Mateus 20,1-16a · 25º Domingo do Tempo Comum · Ano A
Os últimos recebem o mesmo que os primeiros. A generosidade de Deus não funciona como o mercado de trabalho.
O Evangelho de hoje — Mateus 20,1-16a
Naquele tempo, Jesus disse esta parábola: “O Reino dos Céus é semelhante a um proprietário que saiu de manhã cedo para contratar trabalhadores para sua vinha. Combinou com eles um denário por dia e os mandou para a vinha. Saindo por volta da hora terceira, viu outros parados na praça e disse-lhes: ‘Ide também vós para a minha vinha e eu vos darei o que for justo.’ E eles foram. Saiu novamente por volta da hora sexta e da hora nona e fez o mesmo. Por volta da hora undécima, saiu e encontrou outros parados e perguntou-lhes: ‘Por que estais aí parados o dia todo sem fazer nada?’ Responderam: ‘Porque ninguém nos contratou.’ Ele disse: ‘Ide também vós para a minha vinha.’ Ao anoitecer, o dono da vinha disse ao seu administrador: ‘Chama os trabalhadores e paga-lhes o salário, começando pelos últimos até os primeiros.’ Vieram os da hora undécima e receberam cada um um denário. Quando chegou a vez dos primeiros, pensaram que receberiam mais; mas também cada um recebeu um denário. Ao recebê-lo, começaram a murmurar contra o proprietário, dizendo: ‘Esses últimos trabalharam apenas uma hora e os trataste como a nós, que suportamos o peso do dia e o calor!’ Mas o proprietário respondeu a um deles: ‘Amigo, não fui injusto para contigo. Não combinamos um denário? Toma o que é teu e vai. Quero dar a este último o mesmo que a ti. Não me é lícito fazer o que quero com o que é meu?
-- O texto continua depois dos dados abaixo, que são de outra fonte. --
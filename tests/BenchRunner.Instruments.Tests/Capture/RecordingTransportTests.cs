using System.Text;
using BenchRunner.Instruments.Capture;
using BenchRunner.Instruments.Transports;
using BenchRunner.Instruments.Tests.Support;
using NSubstitute;

namespace BenchRunner.Instruments.Tests.Capture;

public sealed class RecordingTransportTests
{
    private static readonly TimeSpan Timeout = TimeSpan.FromSeconds(10);

    [Fact]
    public async Task WriteAndRead_ThroughTheRecorder_AreRecordedWithTheClocksTime()
    {
        var clock = new ManualTimeProvider();
        var (host, device) = InMemoryTransport.CreatePair();
        await device.OpenAsync(CancellationToken.None);
        var stream = new MemoryStream();
        var recording = new RecordingTransport(host, new CaptureWriter(stream, new CaptureHeader(clock.GetUtcNow(), host.Description), leaveOpen: true), clock);
        await recording.OpenAsync(CancellationToken.None);

        clock.Advance(TimeSpan.FromMilliseconds(1.5));
        await recording.WriteAsync("*IDN?\n"u8.ToArray(), CancellationToken.None);
        clock.Advance(TimeSpan.FromMilliseconds(2));
        await device.WriteAsync("id\n"u8.ToArray(), CancellationToken.None);
        var buffer = new byte[16];
        int count = await recording.ReadAsync(buffer, CancellationToken.None).AsTask().WaitAsync(Timeout);

        Assert.Equal("id\n", Encoding.ASCII.GetString(buffer, 0, count));
        Assert.Equal(host.Description, recording.Description);
        Assert.True(recording.IsOpen);
        var session = Parse(stream);
        Assert.Equal(TimeSpan.FromMicroseconds(1500), session.Chunks[0].Offset);
        Assert.Equal(CaptureDirection.HostToDevice, session.Chunks[0].Direction);
        Assert.Equal(TimeSpan.FromMicroseconds(3500), session.Chunks[1].Offset);
        Assert.Equal("id\n", CaptureText.Latin1(session.Chunks[1].Data));
    }

    [Fact]
    public async Task Constructor_WriterStartedEarlier_OffsetsCountFromTheHeadersStart()
    {
        var clock = new ManualTimeProvider();
        var header = new CaptureHeader(clock.GetUtcNow(), "memory");
        var stream = new MemoryStream();
        var writer = new CaptureWriter(stream, header, leaveOpen: true);
        clock.Advance(TimeSpan.FromSeconds(2));
        var (host, device) = InMemoryTransport.CreatePair();
        var recording = new RecordingTransport(host, writer, clock);
        await recording.OpenAsync(CancellationToken.None);

        await recording.WriteAsync("A"u8.ToArray(), CancellationToken.None);

        Assert.Equal(TimeSpan.FromSeconds(2), Parse(stream).Chunks[0].Offset);
    }

    [Fact]
    public async Task ReadAsync_PeerClosed_ReturnsZeroAndNotesItOnce()
    {
        var (host, device) = InMemoryTransport.CreatePair();
        var stream = new MemoryStream();
        var clock = new ManualTimeProvider();
        var recording = new RecordingTransport(host, new CaptureWriter(stream, new CaptureHeader(clock.GetUtcNow(), "memory"), leaveOpen: true), clock);
        await recording.OpenAsync(CancellationToken.None);
        await device.OpenAsync(CancellationToken.None);
        await device.CloseAsync();

        Assert.Equal(0, await recording.ReadAsync(new byte[8], CancellationToken.None).AsTask().WaitAsync(Timeout));
        Assert.Equal(0, await recording.ReadAsync(new byte[8], CancellationToken.None).AsTask().WaitAsync(Timeout));
        await recording.CloseAsync();

        Assert.Equal(["opened", "closed by peer", "closed"], Parse(stream).Events.Select(e => e.Text));
        Assert.Contains("00000.000000 ! closed by peer\n", Encoding.ASCII.GetString(stream.ToArray()));
    }

    [Fact]
    public async Task WriteAsync_InnerFails_TheSameErrorPassesThroughAndIsNoted()
    {
        var inner = Substitute.For<ITransport>();
        var failure = new IOException("the cable was pulled");
        inner.WriteAsync(Arg.Any<ReadOnlyMemory<byte>>(), Arg.Any<CancellationToken>()).Returns(_ => ValueTask.FromException(failure));
        var stream = new MemoryStream();
        var recording = new RecordingTransport(inner, new CaptureWriter(stream, new CaptureHeader(DateTimeOffset.UnixEpoch, "serial"), leaveOpen: true), new ManualTimeProvider());

        var thrown = await Assert.ThrowsAsync<IOException>(() => recording.WriteAsync("*IDN?\n"u8.ToArray(), CancellationToken.None).AsTask()).WaitAsync(Timeout);

        Assert.Same(failure, thrown);
        var session = Parse(stream);
        Assert.Empty(session.Chunks);
        Assert.Equal("write failed: IOException: the cable was pulled", Assert.Single(session.Events).Text);
    }

    [Fact]
    public async Task ReadAsync_Cancelled_TheCancellationPassesThroughAndIsNoted()
    {
        var (host, _) = InMemoryTransport.CreatePair();
        var stream = new MemoryStream();
        var recording = new RecordingTransport(host, new CaptureWriter(stream, new CaptureHeader(DateTimeOffset.UnixEpoch, "memory"), leaveOpen: true), new ManualTimeProvider());
        await recording.OpenAsync(CancellationToken.None);
        using var cancel = new CancellationTokenSource(TimeSpan.FromMilliseconds(30));

        await Assert.ThrowsAnyAsync<OperationCanceledException>(() => recording.ReadAsync(new byte[8], cancel.Token).AsTask()).WaitAsync(Timeout);

        Assert.Equal(["opened", "read cancelled"], Parse(stream).Events.Select(e => e.Text));
    }

    [Fact]
    public async Task ToFile_WritesAHeaderNamingTheConnectionAndInstrument()
    {
        var path = Path.Combine(Path.GetTempPath(), $"capture-{Guid.NewGuid():N}.cap");
        try
        {
            var clock = new ManualTimeProvider();
            var (host, _) = InMemoryTransport.CreatePair("bench");
            await using (var recording = RecordingTransport.ToFile(host, path, "siggen", "PSF-24-0002 LNA", clock))
            {
                await recording.OpenAsync(CancellationToken.None);
                await recording.WriteAsync("OUTP ON\n"u8.ToArray(), CancellationToken.None);
            }

            var session = CaptureReader.Read(path);
            Assert.Equal("bench (host end)", session.Header.Connection);
            Assert.Equal("siggen", session.Header.Instrument);
            Assert.Equal("PSF-24-0002 LNA", session.Header.Note);
            Assert.Equal(clock.GetUtcNow(), session.Header.StartedUtc);
            Assert.Equal("OUTP ON\n", CaptureText.Latin1(Assert.Single(session.Chunks).Data));
            Assert.Equal(["opened", "closed"], session.Events.Select(e => e.Text));
        }
        finally
        {
            File.Delete(path);
        }
    }

    private static CapturedSession Parse(MemoryStream stream) =>
        CaptureText.Parse(Encoding.ASCII.GetString(stream.ToArray()));
}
Ou teus olhos estão cheios de inveja porque eu sou generoso?’ Assim, os últimos serão os primeiros e os primeiros serão os últimos.”
Palavra do Senhor.
O patrão generoso: quando a justiça de Deus parece injusta
Esta parábola provoca desconforto deliberado. Os trabalhadores que chegaram cedo têm razão do ponto de vista trabalhista: trabalharam mais e receberam o mesmo. A reclamação é compreensível. Mas Jesus não invalida o pagamento — o que questiona é a reação: por que a generosidade com o outro vira motivo de amargura?
O proprietário não paga menos aos primeiros — paga mais aos últimos. A generosidade para com outros não diminui o que você recebeu. Mas quando o padrão de comparação passa a ser “o que o outro tem” em vez de “o que eu precisava”, até a graça recebida começa a parecer insuficiente.
No grego original, “olho mau” — a expressão hebraica para inveja. Jesus nomeia o que impede de celebrar o bem que acontece com o outro.
No contexto de Mateus, a parábola fala aos judeus de longa data e aos gentios que chegaram depois — e receberam o mesmo acesso ao Reino. Mas a aplicação é ampla: fala a qualquer um que usa seu histórico de fidelidade como critério para medir o que os outros merecem de Deus.
Reflexão devocional
A pergunta do patrão — “não me é lícito fazer o que quero com o que é meu?” — é lembrete de soberania. Deus não está subordinado às nossas categorias de mérito. Ele pode ser generoso com quem quiser, quando quiser, sem que isso diminua o que já deu a você.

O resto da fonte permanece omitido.